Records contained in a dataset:
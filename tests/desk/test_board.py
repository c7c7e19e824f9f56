"""What the pages read, and when the crew gets its next change."""

from __future__ import annotations

from collections.abc import Iterator
from contextlib import contextmanager
from fractions import Fraction
from itertools import pairwise

import pytest
from sqlalchemy import Engine, event

from app.desk.bar import bar_carries
from app.desk.board import Bare, Board, Step, board, handled, handled_by_chart, lifted_last
from app.desk.equipment import save_plates, stock_seen
from app.desk.roster import import_roster
from app.loading.change import HandList
from app.loading.equipment import Access
from app.loading.stack import check_stack
from app.meet.model import Result
from app.meet.platform import Condition, Hand
from app.store.engine import reading
from app.store.picture import NotFound, picture
from tests.cast import (
    ADA,
    BO,
    CLEO,
    DEADLIFT,
    DOV,
    FLIGHT_A,
    FLIGHT_B,
    LUC,
    OLGA,
    SQUAT,
    Hall,
    bare_meet,
    kg,
    stack,
)
from tests.desk.checks import check_board
from tests.desk.forms import plate_rows
from tests.meet.nouns import turn


def hand_of(hall: Hall) -> Hand:
    hand = hall.picture().bar.hand
    assert hand is not None
    return hand


# When a change goes out


def test_the_change_in_hand_stays_whatever_the_others_declare(hall: Hall) -> None:
    bar = hall.picture().bar
    for name, number, weight in ((BO, 1, "105"), (CLEO, 1, "120"), (ADA, 2, "130"), (DOV, 1, "152.5")):
        hall.declare(name, number, weight)
        assert hall.picture().bar == bar
        check_board(hall.board())
    assert hall.board().ask is False


def test_somebody_lighter_makes_the_crew_say_first_what_is_on_the_bar(hall: Hall) -> None:
    bar = hall.picture().bar
    hall.declare(BO, 1, "90")
    assert (hall.picture().bar, hall.board().ask) == (bar, True)
    up = hall.board().up
    assert up is not None
    assert (up.lifter.name, up.weight) == (BO, kg(90))
    assert hall.board().steps[0].before == ()


def test_a_weight_changed_and_changed_back_leaves_the_crew_in_peace(hall: Hall) -> None:
    bar = hall.picture().bar
    hall.declare(ADA, 1, "105")
    hall.declare(ADA, 1, "100", reason="the coach has thought again")
    assert (hall.picture().bar, hall.board().ask) == (bar, False)


def test_a_default_is_planned_and_not_sent_to_the_crew(hall: Hall) -> None:
    """One step more after a good lift stands in (IPL Rulebook 2019, 6.1.1), but the lifter may still choose."""
    for name in (ADA, BO, CLEO):
        hall.lift(name, 1)
    one = hall.board()
    assert one.now.bar.hand is None
    assert [(step.turn.lifter.name, step.turn.assumed, step.stack is None) for step in one.steps[:3]] == [
        (ADA, True, False),
        (BO, True, False),
        (CLEO, True, False),
    ]
    check_board(one)
    hall.declare(BO, 2, "112.5")
    assert hall.picture().bar.hand is None
    hall.declare(ADA, 2, "102.5")
    assert (hand_of(hall).attempt_id, hand_of(hall).weight) == (hall.attempt(ADA, 2).id, kg("102.5"))


def test_a_default_that_no_plates_make_does_not_stop_the_plan_of_the_others(hall: Hall) -> None:
    now = hall.picture()
    pairs = [row for row in plate_rows(now) if row["face"] in ("25", "20", "10", "5")]  # steps of 10 kg
    save_plates(hall.desk, hall.platform_id, pairs, stock_seen(now.stock, now.tools), who=OLGA)
    bar_carries(hall.desk, hall.platform_id, "before", who=LUC)
    loads = {(step.turn.lifter.name, step.turn.attempt.number): step.stack for step in hall.board().steps}
    assert {place for place, load in loads.items() if load is None} == {
        (name, number) for name in (ADA, BO, CLEO) for number in (1, 2)
    }
    assert loads[(ADA, 3)] == stack(25, 10, 5)  # 105
    assert hall.picture().bar.hand is None
    hall.declare(ADA, 1, "95")
    assert hand_of(hall).stack == stack(25, 10)
    check_board(hall.board())


def test_after_a_pass_of_the_last_lifter_nobody_is_up_and_the_crew_is_asked_nothing_new(hall: Hall) -> None:
    for number in (1, 2, 3):
        for name in (ADA, BO, CLEO):
            hall.judge(name, number, Result.PASSED)
    one = hall.board()
    assert (one.order, one.steps, one.up, one.ask) == ((), (), None, True)
    bar_carries(hall.desk, hall.platform_id, "before", who=LUC)
    assert hall.picture().bar.condition is Condition.IDLE
    assert hall.board().ask is False


# Looking at a flight


def test_each_step_begins_with_the_stack_of_the_one_before_it(hall: Hall) -> None:
    steps = hall.board().steps
    assert len(steps) == 9
    assert steps[0].before == ()
    for before, after in pairwise(steps):
        assert after.before == before.stack
    check_board(hall.board())


def test_a_flight_that_is_not_on_is_planned_from_an_empty_bar(hall: Hall) -> None:
    one = board(hall.desk, hall.platform_id, hall.flight_id(FLIGHT_B), hall.lift_id(DEADLIFT))
    assert isinstance(one, Board)
    assert (one.here, one.up, one.ask) == (False, None, False)
    assert [(step.turn.lifter.name, step.turn.weight) for step in one.steps[:2]] == [
        (DOV, kg(180)),
        ("Etta Frost", kg(190)),
    ]
    assert one.steps[0].before == ()
    check_board(one)


@pytest.mark.parametrize("asked", [(99, 99), (None, None), (1, 99)], ids=["neither", "nothing", "half"])
def test_what_is_not_there_is_answered_with_what_is_lifting(hall: Hall, asked) -> None:
    one = board(hall.desk, hall.platform_id, *asked)
    assert isinstance(one, Board)
    assert (one.flight.name, one.lift.name, one.here) == (FLIGHT_A, SQUAT, True)


def test_a_platform_without_lifters_is_bare_and_one_with_a_roster_shows_its_first_flight(desk) -> None:
    hall = bare_meet(desk)
    assert board(desk, hall.platform_id) == Bare(hall.picture())
    import_roster(desk, hall.meet_id, "name,lot,flight\nFay Green,6,Flight D\n", who=OLGA)
    one = hall.board()
    assert (one.flight.name, one.lift.name, one.here, one.steps) == ("Flight D", SQUAT, False, ())
    assert [lifter.name for lifter in one.no_opener] == ["Fay Green"]


def test_a_platform_that_is_not_there_is_told_in_words(hall: Hall) -> None:
    with pytest.raises(NotFound) as told:
        board(hall.desk, 99)
    assert (
        str(told.value)
        == "There is no such platform here. It may have been taken away; go back and choose again."
    )


def test_the_one_who_lifted_last_is_the_one_who_hands_in_next(hall: Hall) -> None:
    assert lifted_last(hall.board()) is None
    hall.lift(ADA, 1)
    assert lifted_last(hall.board()) == hall.attempt(ADA, 1).id
    hall.lift(BO, 1, Result.MISSED)
    assert lifted_last(hall.board()) == hall.attempt(BO, 1).id


# Across the round's end


def test_the_plan_knows_what_the_next_flight_opens_with(hall: Hall) -> None:
    """Bo's last lift, then Flight B opens with the same weight: what is left on the bar serves both."""
    for name, number in ((ADA, 1), (CLEO, 1), (ADA, 2), (CLEO, 2), (ADA, 3), (CLEO, 3), (BO, 1), (BO, 2)):
        hall.judge(name, number, Result.PASSED)
    hall.declare(BO, 3, "150")
    hall.declare("Etta Frost", 1, "150", reason="the jury allows it")
    bar_carries(hall.desk, hall.platform_id, "before", who=LUC)
    last = hand_of(hall).stack
    plan = hall.picture().plan
    assert plan is not None
    opening = [step for step in plan["steps"] if step["weight"] == "150"]
    assert [[Fraction(face) for face in step["stack"]] for step in opening] == [list(last)] * 2


# What it costs

HANDS = [
    ((), stack(25, 10), HandList((), (), stack(25, 10), (0, 1))),
    (stack(25, 10), stack(25, 15), HandList(stack(10), (1,), stack(15), (1,))),
    (None, stack(25), HandList((), (), stack(25), (0,))),
]


@pytest.mark.parametrize(
    ("before", "after", "hands"), HANDS, ids=["from empty", "one for another", "unknown"]
)
def test_a_step_tells_what_comes_off_and_goes_on(before, after, hands: HandList) -> None:
    assert Step(turn(1, 1, 100), before, after, Access.OUTER_END).hands == hands


def test_a_step_that_cannot_be_made_has_no_hands() -> None:
    assert Step(turn(1, 1, 100), (), None, Access.OUTER_END).hands is None


def test_the_work_of_a_plan_is_counted_from_its_hands_and_beside_it_the_charts(hall: Hall) -> None:
    one = hall.board()
    plates, mass = 0, Fraction(0)
    for step in one.steps:
        assert step.stack is not None
        shared = 0
        for old, new in zip(step.before or (), step.stack, strict=False):
            if old != new:
                break
            shared += 1
        touched = (step.before or ())[shared:] + step.stack[shared:]
        plates, mass = plates + len(touched), mass + sum(touched, Fraction(0))
    assert (handled(one.steps).plates, handled(one.steps).mass) == (plates, mass)
    chart = handled_by_chart(one.steps, one.equipment)
    assert chart is not None
    assert chart.plates >= plates


# How often the database is asked


@contextmanager
def queries(engine: Engine) -> Iterator[list[str]]:
    """The statements that are sent to the database in this block."""
    seen: list[str] = []

    def note(_connection: object, _cursor: object, statement: str, *_rest: object) -> None:
        if not statement.startswith("BEGIN"):
            seen.append(statement)

    event.listen(engine, "before_cursor_execute", note)
    try:
        yield seen
    finally:
        event.remove(engine, "before_cursor_execute", note)


def test_a_platform_is_read_with_the_same_few_queries_for_three_lifters_and_for_thirty(hall: Hall) -> None:
    def asked() -> tuple[list[str], list[str]]:
        with queries(hall.desk.engine) as for_picture, reading(hall.desk.engine) as session:
            picture(session, hall.platform_id)
        with queries(hall.desk.engine) as for_board:
            hall.board()
        return for_picture, for_board

    few = asked()
    lines = [f"Lifter {lot},{lot},Flight {'AB'[lot % 2]},{100 + lot % 8 * 5}" for lot in range(10, 37)]
    import_roster(hall.desk, hall.meet_id, "\n".join(["name,lot,flight,Squat opener", *lines]), who=OLGA)
    assert len(hall.board().order) > 30
    assert asked() == few
    assert len(few[0]) <= 12
    for step in hall.board().steps:
        assert step.stack is not None
        check_stack(hall.board().equipment, step.stack, step.turn.weight)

**To do**. Please copy the lines in the records above between the one holding "picture(session, hall.platform_id)" and the one holding "assert asked() == few", inclusive, exactly and with no other line.

**Written response**.
            picture(session, hall.platform_id)
        with queries(hall.desk.engine) as for_board:
            hall.board()
        return for_picture, for_board

    few = asked()
    lines = [f"Lifter {lot},{lot},Flight {'AB'[lot % 2]},{100 + lot % 8 * 5}" for lot in range(10, 37)]
    import_roster(hall.desk, hall.meet_id, "\n".join(["name,lot,flight,Squat opener", *lines]), who=OLGA)
    assert len(hall.board().order) > 30
    assert asked() == few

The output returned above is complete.